*What is being asked*: What lines in the records below mention "damages"? List them all.

(Saved data entries)
⟨

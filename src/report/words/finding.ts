import { count, NONE, pPhrase, significant, value } from '../numbers.ts';
import type { RecordFinding } from '../record-type.ts';

const CONCERN = ['Nothing to see', 'Worth a look', 'Take care'] as const;

/** A finding's concern in words. */
export function concernWord(concern: RecordFinding['concern']): string {
  return CONCERN[concern];
}

/**
 * "Durbin–Watson statistic: 1.98, p = 0.41." with the figures beside it; null without a statistic.
 * @param brief without those figures
 */
export function evidence(finding: RecordFinding, brief = false): string | null {
  if (finding.statistic === null) return null;
  const [first, second] = finding.df;
  const freedom =
    first === undefined
      ? ''
      : second === undefined
        ? ` on ${value(first)}\u00a0degree${first === 1 ? '' : 's'} of freedom`
        : ` on ${value(first)} and ${value(second)}\u00a0degrees of freedom`;
  const p = finding.p_value === null ? '' : `, ${pPhrase(finding.p_value)}`;
  const mark = finding.mark === null ? '' : `; customary mark: ${finding.mark}`;
  const name = finding.statistic_name || NONE;
  return `${name[0]!.toUpperCase()}${name.slice(1)}: ${figureText(name, finding.statistic)}${freedom}${p}${mark}.${brief ? '' : further(finding)}`;
}

/** The figures beside the statistic, behind a full stop: " Also: skewness 4.70; excess kurtosis 46.1." */
function further({ figures = [] }: RecordFinding): string {
  const said = figures.flatMap(({ name, value: figure }) =>
    figure === null ? [] : [`${name} ${figureText(name, figure)}`],
  );
  return said.length === 0 ? '' : ` Also: ${said.join('; ')}.`;
}

/** A count of rows or a place in whole numbers, else three digits. */
function figureText(name: string, figure: number): string {
  const whole = /^(rows|position)\b/.test(name) && Number.isInteger(figure);
  return whole ? count(figure) : significant(figure, 3);
}
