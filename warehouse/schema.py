"""The one column dictionary: every column's type, unit and meaning, and every table's grain and columns.

DDL, part validation, COMMENTs, the `data_dictionary` table and its page are all made from here.
A column name means the same thing in every table that carries it.
Instants are UTC without zone in storage (`TIMESTAMP`, microseconds); the zone stands in its own column.
Missing is NULL, never 0.
"""

from __future__ import annotations

from dataclasses import dataclass


@dataclass(frozen=True)
class Column:
    """One column name with its DuckDB type, unit ('' when it has none) and meaning in one sentence."""

    name: str
    type: str
    unit: str
    meaning: str


@dataclass(frozen=True)
class Table:
    """One table: what a row is, which columns identify a row, which columns it has (names from COLUMNS)."""

    name: str
    grain: str
    key: tuple[str, ...]
    columns: tuple[str, ...]


def _dictionary(*rows: tuple[str, str, str, str]) -> dict[str, Column]:
    named = {row[0]: Column(*row) for row in rows}
    if len(named) != len(rows):
        raise ValueError("a column is described twice in the dictionary")
    return named
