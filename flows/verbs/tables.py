"""Verbs that read the published tables."""

from __future__ import annotations

import argparse
import json
import sys
from datetime import date
from pathlib import Path

from flows.verbs.verb import Verb, folder_argument, json_option


def _sql_arguments(parser: argparse.ArgumentParser) -> None:
    folder_argument(parser)
    query = parser.add_argument(
        "query",
        metavar="[QUERY]",
        help="one SQL query over the published tables, - to read it from standard input, nothing for a prompt",
    )
    # Not nargs="?": that takes the query as left out as soon as an option stands before it.
    query.required = False
    form = parser.add_mutually_exclusive_group()
    form.add_argument("--csv", action="store_true", help="print comma-separated values")
    form.add_argument("--json", action="store_true", help="print a list of row objects")
    form.add_argument("--parquet", metavar="FILE", type=Path, help="write the rows to a Parquet file")


def _sql(asked: argparse.Namespace) -> int:
    from flows.answers import print_answer
    from warehouse.published import Published

    published = Published(asked.folder / "published")
    if asked.query is None:
        from flows.prompt import ask

        ask(published)
        return 0
    query = sys.stdin.read() if asked.query == "-" else asked.query
    print_answer(published.frame(query), as_csv=asked.csv, as_json=asked.json, parquet=asked.parquet)
    return 0


def _trace_arguments(parser: argparse.ArgumentParser) -> None:
    folder_argument(parser)
    parser.add_argument("--patient", metavar="CODE", required=True, help="patient code")
    parser.add_argument("--day", metavar="DATE", type=date.fromisoformat, required=True, help="local day, 2026-03-01")
    json_option(parser)


def _trace(asked: argparse.Namespace) -> int:
    from warehouse.published import Published
    from warehouse.trace import trace

    behind = trace(Published(asked.folder / "published"), asked.patient, asked.day)
    if asked.json:
        print(json.dumps({name: rows.to_dicts() for name, rows in behind.items()}, default=str))
        return 0
    from flows.answers import print_answer

    for name, rows in behind.items():
        print(f"\n{name}")
        print_answer(rows)
    return 0


VERBS = (
    Verb(
        "sql",
        "ask the published tables",
        'burdenline sql coast "select patient_code, local_day, v_burden_pct from wear_days" --csv',
        _sql_arguments,
        _sql,
    ),
    Verb(
        "trace",
        "list everything behind the numbers of one patient and day",
        "burdenline trace coast --patient HB-101 --day 2026-02-03",
        _trace_arguments,
        _trace,
    ),
)
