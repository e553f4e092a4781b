"""Verbs about what arrives."""

from __future__ import annotations

import argparse
import json
from pathlib import Path

from flows.verbs.verb import Verb, folder_argument, json_option


def _inspect_arguments(parser: argparse.ArgumentParser) -> None:
    parser.add_argument("file", metavar="FILE", type=Path, help="an export")
    parser.add_argument("--programme", metavar="DIR", type=Path, help="read it with this programme's settings")
    json_option(parser)


def _inspect(asked: argparse.Namespace) -> int:
    from flows import settings
    from flows.arrivals.ingest import inspect

    found = inspect(asked.file, settings.load(asked.programme / "programme.toml") if asked.programme else None)
    if asked.json:
        print(json.dumps(found, default=str))
    else:
        width = max(map(len, found))
        print("\n".join(f"{name.ljust(width)}  {value}" for name, value in found.items()))
    return 0


def _retry_arguments(parser: argparse.ArgumentParser) -> None:
    folder_argument(parser)
    parser.add_argument("file", metavar="FILE", help="name of a file in the quarantine folder")


def _retry(asked: argparse.Namespace) -> int:
    from flows.arrivals.quarantine import retry

    retry(asked.folder, asked.file)
    print(f"{asked.file} is back in the inbox; next: burdenline run {asked.folder}")
    return 0


VERBS = (
    Verb(
        "inspect",
        "show what an export holds and what would be kept of it",
        "burdenline inspect night.edf",
        _inspect_arguments,
        _inspect,
    ),
    Verb(
        "retry",
        "put a quarantined file back into the inbox",
        "burdenline retry coast delivery-06f694d7.edf",
        _retry_arguments,
        _retry,
    ),
)
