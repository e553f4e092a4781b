"""Verbs about frozen data cuts, exports and masked trials."""

from __future__ import annotations

import argparse
import sys
from pathlib import Path

from flows.verbs.verb import Verb, actor_option, folder_argument


def _freeze_arguments(parser: argparse.ArgumentParser) -> None:
    folder_argument(parser)
    parser.add_argument("name", metavar="NAME", help="name of the cut")
    parser.add_argument("--reason", default="", help="why, kept with the cut")
    actor_option(parser)


def _freeze(asked: argparse.Namespace) -> int:
    from flows.data_cuts import freeze_standing

    cut = freeze_standing(asked.folder, asked.name, asked.reason, asked.by)
    print(f"frozen in {cut}; `burdenline thaw {asked.folder} {asked.name} --check` proves it at any time")
    return 0


def _thaw_arguments(parser: argparse.ArgumentParser) -> None:
    folder_argument(parser)
    parser.add_argument("name", metavar="NAME", help="name of the cut")
    parser.add_argument("--check", action="store_true", help="recompute every table from the same bytes and compare")


def _thaw(asked: argparse.Namespace) -> int:
    from flows.data_cuts import check_cut, cut_folder

    if not asked.check:
        print(f"pages: {cut_folder(asked.folder, asked.name) / 'site' / 'index.html'}")
        print(f"tables: {cut_folder(asked.folder, asked.name) / 'tables'}")
        return 0
    problems = check_cut(asked.folder, asked.name)
    for problem in problems:
        print(problem, file=sys.stderr)
    print(f"{len(problems)} problems" if problems else "every number comes out of the same bytes")
    return 1 if problems else 0


def _export_arguments(parser: argparse.ArgumentParser) -> None:
    folder_argument(parser)
    parser.add_argument(
        "what",
        metavar="WHAT",
        help="csv, parquet, excel, fhir, sdtm, sdtm-xpt, atr, edf-events, strips (SVG) or strips-png",
    )
    parser.add_argument("--to", metavar="PATH", type=Path, required=True, help="file or folder to write")
    parser.add_argument("--cut", metavar="NAME", default="", help="export a frozen cut, not the standing publication")
    parser.add_argument("--study", metavar="CODE", default="STUDY", help="study code in SDTM-like rows")


def _export(asked: argparse.Namespace) -> int:
    from flows.exports import export

    for path in export(asked.folder, asked.what, asked.to, cut=asked.cut, study_code=asked.study):
        print(path)
    return 0


def _unmask_arguments(parser: argparse.ArgumentParser) -> None:
    folder_argument(parser)
    parser.add_argument("--reason", required=True, help="why the arms may be seen now, kept in the history")
    actor_option(parser)


def _unmask(asked: argparse.Namespace) -> int:
    from flows.unmasking import unmask

    unmask(asked.folder, asked.reason, asked.by)
    print(f"the arms are published from the next run on; now: burdenline run {asked.folder}")
    return 0


VERBS = (
    Verb(
        "freeze",
        "keep the standing publication with everything that its numbers follow from",
        'burdenline freeze coast visit-1 --reason "interim look" --by qa-2',
        _freeze_arguments,
        _freeze,
    ),
    Verb(
        "thaw",
        "open a frozen cut, or prove that its numbers still come out",
        "burdenline thaw coast visit-1 --check",
        _thaw_arguments,
        _thaw,
    ),
    Verb(
        "export",
        "write tables or beats for other programs",
        "burdenline export coast fhir --to coast.fhir.json",
        _export_arguments,
        _export,
    ),
    Verb(
        "unmask",
        "show the treatment arms of a masked trial from the next run on",
        'burdenline unmask coast --reason "database lock" --by dm-1',
        _unmask_arguments,
        _unmask,
    ),
)
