"""Verbs about what the lake holds and which results of it are published."""

from __future__ import annotations

import argparse
import json
import sys

from flows.verbs.verb import Verb, actor_option, folder_argument, json_option


def _verify(asked: argparse.Namespace) -> int:
    from warehouse.ledger import verify

    damages = verify(asked.folder / "lake")
    if asked.json:
        print(json.dumps([damage._asdict() for damage in damages]))
    else:
        for damage in damages:
            print(f"{damage.path}: {damage.problem}")
        print(f"{len(damages)} damaged parts" if damages else "every part is as it was landed")
    return 1 if damages else 0


def _verify_arguments(parser: argparse.ArgumentParser) -> None:
    folder_argument(parser)
    json_option(parser)


def _tidy_arguments(parser: argparse.ArgumentParser) -> None:
    folder_argument(parser)
    parser.add_argument("--grace-h", type=float, default=24.0, help="keep unreferenced parts younger than this, hours")


def _tidy(asked: argparse.Namespace) -> int:
    from flows.lock import folder_lock
    from warehouse.cuts import kept_parts
    from warehouse.ledger import tidy
    from warehouse.published import Published

    published = asked.folder / "published"
    with folder_lock(asked.folder):
        keep = kept_parts(published)
        if (published / "current").exists():
            keep |= set(Published(published).table("parts")["part_path"])
        removed = tidy(asked.folder / "lake", asked.grace_h * 3600.0, keep=keep)
    print(f"removed {len(removed)} parts that nothing refers to")
    return 0


def _compare_arguments(parser: argparse.ArgumentParser) -> None:
    folder_argument(parser)
    parser.add_argument("a", metavar="A", help="fingerprint, or `present` for the present detector and settings")
    parser.add_argument("b", metavar="B", help="the other fingerprint")
    json_option(parser)


def _compare(asked: argparse.Namespace) -> int:
    from flows.comparison import compare_fingerprints

    patients, verdicts = compare_fingerprints(asked.folder, asked.a, asked.b)
    if asked.json:
        print(json.dumps({"patients": patients.to_dicts(), "verdicts": verdicts.to_dicts()}, default=str))
        return 0
    from flows.answers import print_answer

    print("what moves per patient")
    print_answer(patients)
    print("\nverdicts that change")
    print_answer(verdicts)
    return 0


def _promote_arguments(parser: argparse.ArgumentParser) -> None:
    folder_argument(parser)
    parser.add_argument(
        "fingerprint", metavar="FINGERPRINT", help="what to publish, or `present` to follow the settings"
    )
    parser.add_argument("--reason", required=True, help="why, kept in the history")
    actor_option(parser)


def _promote(asked: argparse.Namespace) -> int:
    from flows import settings
    from flows.lock import folder_lock
    from flows.promotion import promote
    from warehouse.ledger import Ledger

    programme = settings.load(asked.folder / "programme.toml")
    lake = asked.folder / "lake"
    with folder_lock(asked.folder):
        promote(lake, programme, Ledger(lake), asked.fingerprint, asked.reason, asked.by)
    print(f"{asked.fingerprint} is published from the next run on; now: burdenline run {asked.folder}", file=sys.stderr)
    return 0


VERBS = (
    Verb("verify", "find every part whose bytes changed", "burdenline verify coast", _verify_arguments, _verify),
    Verb("tidy", "remove parts that nothing refers to", "burdenline tidy coast --grace-h 48", _tidy_arguments, _tidy),
    Verb(
        "compare",
        "show what another detector version or other settings move",
        "burdenline compare coast ec68acdd0e0b present",
        _compare_arguments,
        _compare,
    ),
    Verb(
        "promote",
        "choose which fingerprint is published",
        'burdenline promote coast ec68acdd0e0b --reason "trial protocol 2.1" --by qa-2',
        _promote_arguments,
        _promote,
    ),
)
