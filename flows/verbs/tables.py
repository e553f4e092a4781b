"""Verbs that read the published tables."""

from __future__ import annotations

import argparse
import sys
from pathlib import Path

from flows.verbs.verb import Verb, folder_argument


def _sql_arguments(parser: argparse.ArgumentParser) -> None:
    folder_argument(parser)
    parser.add_argument(
        "query", metavar="QUERY", help="one SQL query over the published tables, or - to read it from standard input"
    )
    form = parser.add_mutually_exclusive_group()
    form.add_argument("--csv", action="store_true", help="print comma-separated values")
    form.add_argument("--json", action="store_true", help="print a list of row objects")
    form.add_argument("--parquet", metavar="FILE", type=Path, help="write the rows to a Parquet file")


def _sql(asked: argparse.Namespace) -> int:
    from flows.answers import print_answer
    from warehouse.published import Published

    query = sys.stdin.read() if asked.query == "-" else asked.query
    print_answer(
        Published(asked.folder / "published").frame(query), as_csv=asked.csv, as_json=asked.json, parquet=asked.parquet
    )
    return 0


VERBS = (
    Verb(
        "sql",
        "ask the published tables",
        'burdenline sql coast "select patient_code, local_day, v_burden_pct from wear_days" --csv',
        _sql_arguments,
        _sql,
    ),
)
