class _Run:
    """One pass over the inbox."""

    def __init__(
        self, folder: Path, settings: Settings, register: Register, ledger: Ledger, say: Callable[[str], None]
    ) -> None:
        self._folder, self._settings, self._register, self._ledger, self._say = folder, settings, register, ledger, say
        self._lake = folder / "lake"
        self._site = Site(**vars(settings.site))
        self._limits = Limits(settings.inbox.largest_unpacked_mb * 10**6, settings.inbox.largest_unpack_ratio)
        self._deliveries = Deliveries(self._lake, ledger)
        self._recordings = Recordings(self._lake, ledger, register, self._deliveries, Pieces(self._lake, ledger))
        self._seen = SeenFiles(self._lake / "seen.json")
        self._batch: list[tuple[str, Landed]] = []
        self._batch_samples = 0
        self._review_loads: Loads = {}
        self._present: dict[str, Candidate] = {}
        self._new: dict[str, set[str]] = {status: set() for status in (ACCEPTED, WAITING, SKIPPED, QUARANTINED)}
        self._first_version = ledger.version

    def all(self) -> Arrivals:
        """Every candidate, then the recordings, then the moves that the ledger has decided."""
        shutil.rmtree(self._lake / "staging", ignore_errors=True)  # of a run that was killed
        candidates = door.look(self._folder / "inbox", self._settings.inbox, time.time())
        later = [candidate for candidate in candidates if not self._take(candidate, may_postpone=True)]
        self._commit()
        for candidate in later:
            self._take(candidate, may_postpone=False)
        self._forget_gone()
        self._commit(all_devices=True)
        self._seen.save()
        self._move_decided()
        return Arrivals(
            accepted=len(self._new[ACCEPTED]),
            waiting=len(self._deliveries.with_status(WAITING)),
            skipped=len(self._new[SKIPPED]),
            quarantined=len(self._new[QUARANTINED]),
            changed=self._ledger.version != self._first_version,
        )

    # One delivery

    def _take(self, candidate: Candidate, *, may_postpone: bool) -> bool:
        """Decide one candidate; False when it is better decided after the others."""
        sha256 = self._seen.hash_of(candidate.name, candidate.size, candidate.mtime_ns)
        delivery_id = _delivery_id(sha256 or "?", candidate.name)
        try:
            if candidate.problem is not None:
                raise candidate.problem
            if sha256 and self._is_decided(candidate, delivery_id):
                return True
            if sha256:
                self._would_match(candidate)
            with staged(self._lake / "staging" / "now", candidate.files) as copy:
                sha256 = copy.content_sha256
                delivery_id = _delivery_id(sha256, candidate.name)
                if not self._is_decided(candidate, delivery_id):
                    self._accept(candidate, delivery_id, sha256, copy.files, may_postpone)
        except _Later:
            return False
        except _Skip as skip:
            self._put(candidate, delivery_id, sha256, SKIPPED, skip.code, skip.sentence, recording_id=skip.recording_id)
        except Declined as declined:
            sha256 = sha256 or _hash_or_none(candidate)
            delivery_id = _delivery_id(sha256 or "?", candidate.name)
            status = WAITING if isinstance(declined, Waits) else QUARANTINED
            self._put(candidate, delivery_id, sha256, status, declined.code, declined.sentence)
        self._seen.note(candidate.name, candidate.size, candidate.mtime_ns, sha256)
        return True

    def _is_decided(self, candidate: Candidate, delivery_id: str) -> bool:
        """An earlier run accepted, skipped or refused these bytes under this name."""
        row = self._deliveries.rows.get(delivery_id)
        if row is None or (row["status"] == WAITING and not row["signal_sha256"]):
            return False
        self._present[delivery_id] = candidate
        self._seen.note(candidate.name, candidate.size, candidate.mtime_ns, row["content_sha256"])
        return True

    def _would_match(self, candidate: Candidate) -> None:
        """Open a delivery that waited before where it lies, to spare copying it again while it must wait on."""
        with contextlib.suppress(OSError):
            if not is_archive(head_of(candidate.files[0])):
                self._wearing(candidate, open_delivery(candidate.files, self._site))

    def _accept(
        self, candidate: Candidate, delivery_id: str, sha256: str, files: tuple[Path, ...], may_postpone: bool
    ) -> None:
        self._skip_known_bytes(sha256)
        if reviews.is_decisions(head_of(files[0])):
            self._accept_decisions(candidate, delivery_id, sha256, files[0])
            return
        scratch = self._lake / "staging" / "now" / "unpacked"
        with _faults_declined():
            opened = open_delivery(files, self._site, scratch=scratch, limits=self._limits)
        opened, serial, matched, file_zone = self._wearing(candidate, opened)
        if may_postpone and len(matched.possible_starts) > 1:
            raise _Later
        scale = self._scale_of(serial, matched.wear.recording_id)
        with _faults_declined():
            opened = scaled_like(opened, scale) if scale else opened
            landed = land(self._lake, opened, Identity(delivery_id, serial, file_zone))
        self._refuse_known_samples(landed, opened, matched)
        row = self._row(candidate, delivery_id, sha256) | {
            "status": ACCEPTED,
            "format": opened.format,
            "findings": " ".join(sorted({found.code for found in landed.findings})) or None,
            "recording_id": matched.wear.recording_id,
            "start_local": _start_local(opened, matched),
            "signal_sha256": landed.signal_sha256,
        }
        self._present[delivery_id] = candidate
        self._deliveries.put(row)
        self._batch.append((delivery_id, landed))
        self._batch_samples += opened.n_samples
        if self._batch_samples >= _BATCH_SAMPLES or len(self._batch) >= _BATCH_DELIVERIES:
            self._commit()

    def _scale_of(self, serial: str, recording_id: str) -> Scale | None:
        """Scale of the recording's first part, whether it is in the ledger or still in the batch."""
        known = self._recordings.scale_of(serial, recording_id)
        batch = (
            Scale.of(landed.pieces.row(0, named=True))
            for name, landed in self._batch
            if self._deliveries.rows[name]["recording_id"] == recording_id
        )
        return known or next(batch, None)

    def _accept_decisions(self, candidate: Candidate, delivery_id: str, sha256: str, file: Path) -> None:
        recording_id, loads = reviews.land(self._lake, self._ledger, file, delivery_id)
        self._review_loads |= loads
        row = self._row(candidate, delivery_id, sha256)
        row |= {"status": ACCEPTED, "format": reviews.FORMAT, "recording_id": recording_id}
        self._present[delivery_id] = candidate
        self._deliveries.put(row)
        self._tell(self._deliveries.rows[delivery_id])

    def _wearing(self, candidate: Candidate, opened: Opened) -> Wearing:
        self._wait_while_open(candidate, opened)
        stems = (candidate.files[0].stem, opened.file_stem)
        return wearing_of(opened, stems, self._register, self._site.clock_zone)

    def _wait_while_open(self, candidate: Candidate, opened: Opened) -> None:
        """A file that says it is still being recorded is taken when two runs in a row found it unchanged."""
        is_open = any(found.code == "record_count_open" for found in opened.findings)
        if is_open and not self._seen.is_unchanged(candidate.name, candidate.size, candidate.mtime_ns):
            raise Waits(
                "still_being_written",
                "the header leaves the number of records open, as it does while recording. "
                "It is taken when the next run finds it unchanged.",
            )

    # Bytes and samples that are there already

    def _skip_known_bytes(self, sha256: str) -> None:
        for row in self._deliveries.accepted_with("content_sha256", sha256):
            raise _Skip(
                "same_content_again",
                f"the same bytes were accepted as {row['file_name']}; nothing was counted twice.",
                row["recording_id"],
            )

    def _refuse_known_samples(self, landed: Landed, opened: Opened, matched: Match) -> None:
        if any(found.code == "flat" for found in landed.findings):
            return
        for row in self._deliveries.accepted_with("signal_sha256", landed.signal_sha256):
            same_start = row["start_local"] == _start_local(opened, matched)
            if same_start and row["recording_id"] == matched.wear.recording_id:
                raise _Skip(
                    "same_samples_other_header",
                    f"the same samples were accepted as {row['file_name']} under another header; "
                    "nothing was counted twice.",
                    row["recording_id"],
                )
            raise Refused(
                "same_start_other_patient" if same_start else "same_samples_other_time",
                f"the same samples were accepted as {row['file_name']} for {row['recording_id']}, with another "
                f"{'device' if same_start else 'start'}; expected them once. Check which of the two is right.",
            )

    # Rows and commits

    def _row(self, candidate: Candidate, delivery_id: str, sha256: str) -> dict[str, Any]:
        return {
            "delivery_id": delivery_id,
            "file_name": shown_name(candidate.name, delivery_id, self._register.codes),
            "file_bytes": candidate.size,
            "content_sha256": sha256 or None,
            "received_utc": candidate.received_utc,
        }

    def _put(
        self,
        candidate: Candidate,
        delivery_id: str,
        sha256: str,
        status: str,
        code: str,
        reason: str,
        recording_id: str | None = None,
    ) -> None:
        self._present[delivery_id] = candidate
        row = self._row(candidate, delivery_id, sha256)
        row |= {"status": status, "code": code, "reason": reason, "recording_id": recording_id}
        if self._deliveries.put(row):
            self._tell(self._deliveries.rows[delivery_id])

    def _forget_gone(self) -> None:
        """Drop waiting rows whose file is no longer in the inbox (or has changed its bytes)."""
        for row in self._deliveries.with_status(WAITING):
            if row["delivery_id"] not in self._present and not row["signal_sha256"]:
                self._deliveries.drop(row["delivery_id"])

    def _commit(self, *, all_devices: bool = False) -> None:
        """Land the batch, and with `all_devices` whatever the register changed, in one ledger commit."""
        landed, self._batch, self._batch_samples = self._batch, [], 0
        loads = self._recordings.bring_in_line(landed, all_devices=all_devices)
        refused = self._recordings.take_refused()
        loads |= self._deliveries.loads() | self._review_loads
        self._review_loads = {}
        if loads:
            self._ledger.commit(loads, note="ingest")
        self._recordings.committed()
        for delivery_id in [*(name for name, _ in landed if name not in refused), *refused]:
            self._tell(self._deliveries.rows[delivery_id])

    def _tell(self, row: dict[str, Any]) -> None:
        self._new[row["status"]].add(row["delivery_id"])
        told = f"into {row['recording_id']}" if row["status"] == ACCEPTED else f"{row['code']}: {row['reason']}"
        self._say(f"  {row['status']} {row['file_name']} {told}")
        run_log.tell(
            "delivery decided",
            delivery=row["delivery_id"],
            status=row["status"],
            code=row["code"],
            recording=row["recording_id"],
        )

    def _move_decided(self) -> None:
        """Do with the files what the ledger says; a run that was killed before this is finished here."""
        for delivery_id, candidate in sorted(self._present.items()):
            row = self._deliveries.rows.get(delivery_id)
            if row is None:
                continue
            if row["status"] == QUARANTINED:
                quarantine(self._folder, candidate, delivery_id, row["code"], row["reason"], self._register.codes)
            elif row["status"] in (ACCEPTED, SKIPPED) and self._settings.inbox.accepted_files == "remove":
                remove(self._folder, candidate)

⟩

*Written response*:
    damages = verify(asked.folder / "lake")
        print(json.dumps([damage._asdict() for damage in damages]))
        for damage in damages:
        print(f"{len(damages)} damaged parts" if damages else "every part is as it was landed")
    return 1 if damages else 0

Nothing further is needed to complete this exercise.